I thought about what I’d say at his funeral. I know that sounds morbid and kind of sick considering I should have been praying for his recovery, but it’s the truth. My speech would be fairly void of good things to say about him. What good was Mark? He only cared about himself. He never learned from his mistakes. He caused my parents and my sister and me pain and never once apologized for it. He would rather live in moldy shacks with meth-heads than be an independent man.
Did I feel sorry for Mark? Yes, I sure did. He was suffering, and he spent much of his life suffering. He’d been given the short straw. I was lucky that I was the good son, the one who was born normal, the one who never spent a day in a hospital. I had a great job, a wonderful family, I was happy and healthy. All the while my brother was being fed through a straw.
But I felt about him the same way I’d feel about hearing this story about a stranger. I think, Sucks for that guy. Too bad it couldn’t have been better, and then I move on.
He died of a medication error. That’s what the bottom line was. He’d been on so many things. His little body, eighty pounds at that time, couldn’t take it all. He slowly suffocated to death. We found out two days later when my pothead cousin decided to tell my mother.

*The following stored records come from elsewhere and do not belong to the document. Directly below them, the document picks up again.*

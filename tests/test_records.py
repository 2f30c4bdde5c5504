"""Records become arrays: nothing is lost, averaged or assumed without a word."""

from __future__ import annotations

import math
from fractions import Fraction

import numpy as np
import pytest
from hypothesis import given
from hypothesis import strategies as st

from robustrm.cells import parse_cell
from robustrm.errors import ArgumentError, DataError, Problem
from robustrm.records import (
    Arranged,
    Declared,
    Findings,
    Record,
    Written,
    arrange,
    read_cells,
)
from robustrm.results import note_codes

LABELS = ("w0", "w2")


def record(subject: str, occasion: str, text: str, row: int = 1) -> Record:
    return Record(subject, occasion, parse_cell(text), row, occasion, text)


def rows(*cells: tuple[str, ...]) -> list[Record]:
    """Return records from (subject, text at w0, text at w2), in rows 2, 3, ..."""
    return [
        record(subject, label, text, row)
        for row, (subject, *texts) in enumerate(cells, start=2)
        for label, text in zip(LABELS, texts, strict=True)
    ]


def arranged(*cells: tuple[str, ...], **declared) -> Arranged:
    return arrange(rows(*cells), occasions=LABELS, declared=Declared(**declared))


def problems(*cells: tuple[str, ...], **declared) -> list[Problem]:
    with pytest.raises(DataError) as caught:
        arranged(*cells, **declared)
    return list(caught.value.problems)


def test_values_limits_and_gaps_are_three_things():
    table = arranged(("P1", "3.1", "<0.3"), ("P2", "missed", ">20"))
    np.testing.assert_array_equal(table.values, [[3.1, 0.3], [np.nan, 20]])
    assert table.below.tolist() == [[False, True], [False, False]]
    assert table.above.tolist() == [[False, False], [False, True]]
    assert table.tokens.tolist() == [["", ""], ["missed", ""]]


def test_subjects_keep_the_order_of_appearance_and_lost_rows_are_told():
    records = [record("P10", "w0", "1"), record("P2", "w2", "2"), record("P10", "w2", "3")]
    table = arrange(records, occasions=LABELS)
    assert table.subjects == ("P10", "P2")
    assert table.ledger.of_step("absent")[0].what == "1 cell without a row, missing: P2 at w0"
    assert table.ledger.counts.read == 3


def test_reasons_for_missing_are_counted_apart():
    table = arranged(("P1", "missed", "haemolysed"), ("P2", "missed", ""))
    assert [line.what for line in table.ledger.of_step("missing")] == [
        "2 cells written 'missed': P1 at w0 and P2 at w0",
        "1 cell written 'haemolysed': P1 at w2",
        "1 cell left empty: P2 at w2",
    ]


# ── replicates ────────────────────────────────────────────────────────────────────────


def test_an_undeclared_duplicate_names_subject_occasion_values_and_rows():
    (found,) = problems(("P7", "1.2", ""), ("P8", "1", "2"), ("P7", "4.8", ""))[:1]
    assert found.code == "duplicate"
    assert str(found) == (
        "[duplicate] (row 4, column 'w0', text '4.8') 'P7' has 2 values at 'w0' (1.2; 4.8; "
        "rows 2, 4). Not averaged. Declare them as replicates (--replicates mean or --replicates "
        "geometric), or delete the wrong row."
    )


def test_declared_replicates_become_one_value_and_n_stays():
    table = arranged(("P1", "1.0", "4"), ("P1", "1.5", "6"), ("P2", "2", "3"), replicates="mean")
    np.testing.assert_array_equal(table.values, [[1.25, 5], [2, 3]])
    assert table.subjects == ("P1", "P2")
    # SD of two values is their distance over the square root of two.
    assert table.replicates[0].cv == pytest.approx(0.5 / math.sqrt(2) / 1.25)
    assert table.units is None
    assert table.step is None
    assert note_codes(table.notes) == ("replicates",)
    assert "2 of 2 sets of replicates exceed a CV of 20%" in str(table.notes[0])


def test_the_geometric_mean_has_the_log_normal_cv():
    table = arranged(("P1", "1", "3"), ("P1", "4", "3"), replicates="geometric")
    np.testing.assert_allclose(table.values, [[2, 3]], rtol=1e-15)
    variance = math.log(4) ** 2 / 2
    assert table.replicates[0].cv == pytest.approx(math.sqrt(math.exp(variance) - 1))
    assert table.replicates[1].cv == 0


def test_a_missing_replicate_does_not_enter_the_mean():
    table = arranged(("P1", "1", "lost"), ("P1", "NA", "missed"), replicates="mean")
    np.testing.assert_array_equal(table.values, [[1, np.nan]])
    assert table.tokens[0, 1] == "lost; missed"
    assert table.units is not None  # nothing was averaged
    assert table.ledger.counts.missing == 3


def test_replicates_all_beyond_a_limit_stay_beyond_the_outermost():
    table = arranged(
        ("P1", "<0.3", ">20"), ("P1", "<0.8", ">30"), replicates="mean", lower_limit=0.3,
        upper_limit=20,
    )  # fmt: skip
    assert table.values.tolist() == [[0.8, 20.0]]
    assert table.below[0, 0]
    assert table.above[0, 1]


def test_measured_and_censored_replicates_have_no_mean():
    (found,) = problems(("P1", "<0.3", "1"), ("P1", "0.4", "2"), replicates="mean")
    assert found.code == "replicates"
    assert "partly measured and partly beyond a limit (<0.3; 0.4; rows 2, 3)" in found.message


def test_zero_has_no_geometric_mean():
    (found,) = problems(("P1", "0", "1"), ("P1", "0.4", "2"), replicates="geometric")
    assert "every value must be positive" in found.message


# ── limits ────────────────────────────────────────────────────────────────────────────


def test_the_only_limit_written_applies_to_every_cell_and_the_ledger_says_so():
    table = arranged(("P1", "<0.3", "1"), ("P2", "ND", "missed"))
    np.testing.assert_array_equal(table.lower_limit, np.full((2, 2), 0.3))
    assert np.isnan(table.upper_limit).all()
    assert table.values[1, 0] == 0.3
    assert table.ledger.of_step("limits")[0].what == (
        "lower limit 0.3 is the only one written (1 cell) and none was declared: taken to have "
        "applied to every cell"
    )


def test_two_limits_undeclared_are_refused_with_the_option():
    (found,) = problems(("P1", "<0.3", "<0.8"), ("P2", "1", "2"))
    assert found.code == "limits"
    assert found.message.startswith("lower limits 0.3 and 0.8 are written, and none is declared.")
    assert found.action.endswith("--lower-limit 0.3,0.8")


def test_a_declared_limit_wins_and_a_cell_keeps_its_own():
    table = arranged(("P1", "<0.3", "<0.8"), ("P2", "1", "2"), lower_limit=[0.3, 0.5])
    np.testing.assert_array_equal(table.lower_limit, [[0.3, 0.8], [0.3, 0.5]])
    assert table.values.tolist() == [[0.3, 0.8], [1, 2]]
    assert "1 cell kept a lower limit other than the declared one: P1 at w2 (<0.8)" in str(
        table.ledger
    )


def test_limits_by_name_leave_other_occasions_without_one():
    table = arranged(("P1", "1", "2"), lower_limit={"w2": 0.5})
    np.testing.assert_array_equal(table.lower_limit, [[np.nan, 0.5]])


@pytest.mark.parametrize("text", ["ND", "<LOD"])
def test_a_word_needs_a_declared_limit(text: str):
    (found,) = problems(("P1", text, "1"), ("P2", "1", "2"))
    assert f"{text!r} of P1 at w0 lies below a limit that is written nowhere" in found.message
    assert "--lower-limit NUMBER" in found.action
    assert arranged(("P1", text, "1"), lower_limit=0.3).values[0, 0] == 0.3


def test_a_measured_value_below_the_limit_is_kept_and_noted():
    table = arranged(("P1", "0.2", "1"), lower_limit=0.3)
    assert table.values[0, 0] == 0.2
    assert not table.below.any()
    assert "1 measured value below the lower limit: P1 at w0 (0.2)." in str(table.notes[0])


@pytest.mark.parametrize(
    ("declared", "text"),
    [
        ({"lower_limit": 0}, "`lower_limit` must be a positive number, got 0."),
        ({"upper_limit": "20"}, "`upper_limit` must be a positive number, got '20'."),
        ({"lower_limit": [0.1]}, "`lower_limit` must be one number or one an occasion (2), got 1"),
        ({"lower_limit": {"w3": 0.1}}, "`lower_limit` must name occasions, got 'w3'."),
        (
            {"lower_limit": 3, "upper_limit": 2},
            "`lower_limit` must be below `upper_limit`, got 3 and 2.",
        ),
        ({"replicates": "median"}, "`replicates` must be one of 'mean', 'geometric'"),
        ({"decimal": ";"}, "`decimal` must be one of '.', ','"),
        ({"resolution": 0}, "`resolution` must be a positive number, got 0."),
        ({"resolution": 10}, "`resolution` must not round a positive value to zero, got 10"),
    ],
)
def test_an_option_that_breaks_its_rule_is_an_argument_error(declared: dict, text: str):
    with pytest.raises(ArgumentError) as caught:
        arranged(("P1", "1", "2"), **declared)
    assert str(caught.value).startswith(text)


# ── the reporting step ────────────────────────────────────────────────────────────────


@pytest.mark.parametrize(
    ("texts", "step"),
    [
        (("0.10", "2"), Fraction(1, 100)),
        (("3", "20"), Fraction(1)),
        (("<0.30", "2.5"), Fraction(1, 100)),
        (("1e-3", "2"), Fraction(1, 1000)),
    ],
)
def test_the_step_is_the_finest_place_written(texts: tuple[str, str], step: Fraction):
    table = arranged(("P1", *texts))
    assert table.step == step
    assert table.units is not None
    np.testing.assert_allclose(table.units.astype(float) * float(step), table.values, rtol=1e-12)


def test_a_declared_limit_counts_for_the_step():
    np.testing.assert_array_equal(arranged(("P1", "ND", "0.5"), lower_limit=0.25).units, [[25, 50]])


def test_a_declared_step_that_does_not_divide_is_told():
    table = arranged(("P1", "0.31", "0.5"), resolution=0.1)
    assert table.values[0, 0] == 0.3
    np.testing.assert_array_equal(table.units, [[3, 5]])
    assert table.ledger.of_step("resolution")[0].what == (
        "1 value rounded to the declared reporting step 0.1"
    )


def test_a_limit_off_the_step_is_never_rounded():
    """`<0.25` with a declared step of 0.1 stays 0.25: the step becomes 0.05."""
    table = arranged(("P1", "0.3", "<0.25"), resolution=0.1)
    assert table.values.tolist() == [[0.3, 0.25]]
    assert table.step == Fraction(1, 20)
    np.testing.assert_array_equal(table.units, [[6, 5]])


# ── what stops ────────────────────────────────────────────────────────────────────────


def test_everything_is_said_at_once_with_what_was_found_before():
    found = Findings(problems=[Problem("arm", "two arms.", "Choose one.")])
    with pytest.raises(DataError) as caught:
        arrange(rows(("P1", "see note", "1"), ("P1", "2", "ND")), occasions=LABELS, found=found)
    codes = [problem.code for problem in caught.value.problems]
    assert codes == ["arm", "unreadable", "duplicate", "duplicate"]


@pytest.mark.parametrize("code", ["-99", "-9", "999", "9999"])
def test_a_code_for_missing_far_outside_stops(code: str):
    (found,) = problems(("P1", "1.2", "3"), ("P2", code, "2"))
    assert found.code == "missing code"
    assert (found.row, found.column) == (3, "w0")
    assert "the other values lie between 1.2 and 3." in found.message


@pytest.mark.parametrize(
    "texts", [("-99", "-3"), ("999", "850"), ("-99.0", "5"), ("999.0", "5"), ("99", "10")]
)
def test_a_number_that_may_be_real_is_read(texts: tuple[str, str]):
    assert arranged(("P1", *texts)).values[0].tolist() == [float(text) for text in texts]


def test_many_unreadable_cells_are_counted_not_listed():
    cells = [(f"P{i}", "text", "1") for i in range(130)]
    found = problems(*cells)
    assert len(found) == 101
    assert found[-1].message == "30 more cells cannot be read."


def test_no_rows_is_a_problem():
    with pytest.raises(DataError, match="there is no row with data"):
        arrange([], occasions=LABELS)


# ── marks settled by the other cells ──────────────────────────────────────────────────


def written(*texts: str) -> list[Written]:
    return [Written(f"P{i}", "w0", text, row=i) for i, text in enumerate(texts, start=2)]


def test_the_other_cells_settle_a_lone_comma_and_a_note_shows_it():
    records, notes, used = read_cells(written("0,45", "1,234"))
    assert [str(r.cell.number) for r in records] == ["0.45", "1.234"]
    assert used == ","
    assert str(notes[0]) == (
        "Numbers read with a decimal comma: '0,45' as 0.45 and '1,234' as 1.234."
    )


def test_a_lone_comma_among_decimal_points_stops_with_an_example():
    records, _, _ = read_cells(written("0.45", "1,234"))
    with pytest.raises(DataError) as caught:
        arrange(records, occasions=LABELS)
    (found,) = caught.value.problems
    assert found.message == "'1,234' of P3 at w0 can be read as 1.234 or 1234 (1 cell like it)."
    assert found.action == "Say which mark is the decimal one: --decimal , or --decimal ."


def test_numbers_that_are_numbers_in_the_file_are_never_in_doubt():
    records, _, _ = read_cells([Written("P1", "w0", "1.234", number=True), *written("0,45")])
    assert str(records[0].cell.number) == "1.234"


def test_both_marks_in_one_file_are_read_number_by_number_and_noted():
    records, notes, used = read_cells(written("0,45", "0.5"))
    assert [str(r.cell.number) for r in records] == ["0.45", "0.5"]
    assert used == "mixed"
    assert "Decimal points and decimal commas both occur" in str(notes[0])


@pytest.mark.parametrize(
    ("text", "code", "words"),
    [
        ("0.3*", "flagged", "1 value with a mark beside the number kept as measured: P2 at w0"),
        ("ND", "limit words", "A word such as 'ND' can also mean 'not done'."),
        ("0", "zero", "1 value written as 0: P2 at w0 (0)."),
    ],
)
def test_what_is_odd_is_noted(text: str, code: str, words: str):
    _, notes, _ = read_cells(written(text))
    assert note_codes(notes) == (code,)
    assert words in str(notes[0])


# ── conservation ──────────────────────────────────────────────────────────────────────

TEXTS = st.one_of(
    st.decimals(min_value="0.01", max_value="50", places=2).map(str),
    st.sampled_from(["<0.30", "ND", ">60", "missed", "haemolysed", "", "NA", "0.30*"]),
)


@pytest.mark.property
@given(
    st.lists(st.tuples(TEXTS, TEXTS), min_size=1, max_size=12),
    st.sampled_from([None, "mean", "geometric"]),
)
def test_no_cell_is_lost(cells: list[tuple[str, str]], replicates):
    table = arranged(
        *[(f"P{i}", *texts) for i, texts in enumerate(cells)],
        replicates=replicates, lower_limit=0.3, upper_limit=60,
    )  # fmt: skip
    counts = table.ledger.counts
    assert counts.read == 2 * len(cells) == table.values.size
    assert counts.refused == 0
    assert counts.below == table.below.sum()
    assert counts.above == table.above.sum()
    assert counts.missing == np.isnan(table.values).sum()
    assert sum(line.cells for line in table.ledger.of_step("missing")) == counts.missing


@pytest.mark.property
@given(st.lists(st.tuples(TEXTS, TEXTS), min_size=1, max_size=8), st.randoms())
def test_shuffled_records_fill_the_same_cells(cells: list[tuple[str, str]], random):
    records = rows(*[(f"P{i}", *texts) for i, texts in enumerate(cells)])
    declared = Declared(lower_limit=0.3, upper_limit=60)
    first = arrange(records, occasions=LABELS, declared=declared)
    random.shuffle(records)
    second = arrange(records, occasions=LABELS, declared=declared)
    rows_of_second = [second.subjects.index(subject) for subject in first.subjects]
    for name in ("values", "below", "above", "lower_limit", "upper_limit", "tokens"):
        np.testing.assert_array_equal(getattr(first, name), getattr(second, name)[rows_of_second])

This is what I said at his funeral. “Hi. I’m Bob. Mark was my big brother. He was seven years older than me. When we were kids, we’d fight all the time. I know it might be hard to imagine Mark being able to fight anyone, seeing how little he was, but he was actually a lot stronger than me in those days. But when we weren’t fighting, we’d go to the pool a lot. Mark was the one who taught me how to do a backstroke. When I was in the fifth grade, I won first place in swim team for it. That was something wonderful Mark did for me.
“Mark showed me how to turn our bunkbeds into a fort. Then we’d listen to music on his bottom bunk. He introduced me to Aerosmith and it is still my favorite band to this day. That was another wonderful thing Mark did for me.
“When Mark was sick in the hospital, he told me that the ghost of his best friend was visiting him. He claimed that every night he saw Carl, and that Carl would tell him to come with him. That he’d take care of him. When Mark told me that, I told him that it was sad Carl died of an overdose, but he was a good guy and a good friend. So, I guess Mark decided to leave with Carl. And, I think that’s kind of wonderful in its own way, too.”
Then I said goodbye to Mark, and we parted ways forever. I once thought that I wouldn’t give a shit if he died but I was wrong. Our relationship was ugly and we never made it right, but it is what it is. He’s still the only big brother I’ll ever have.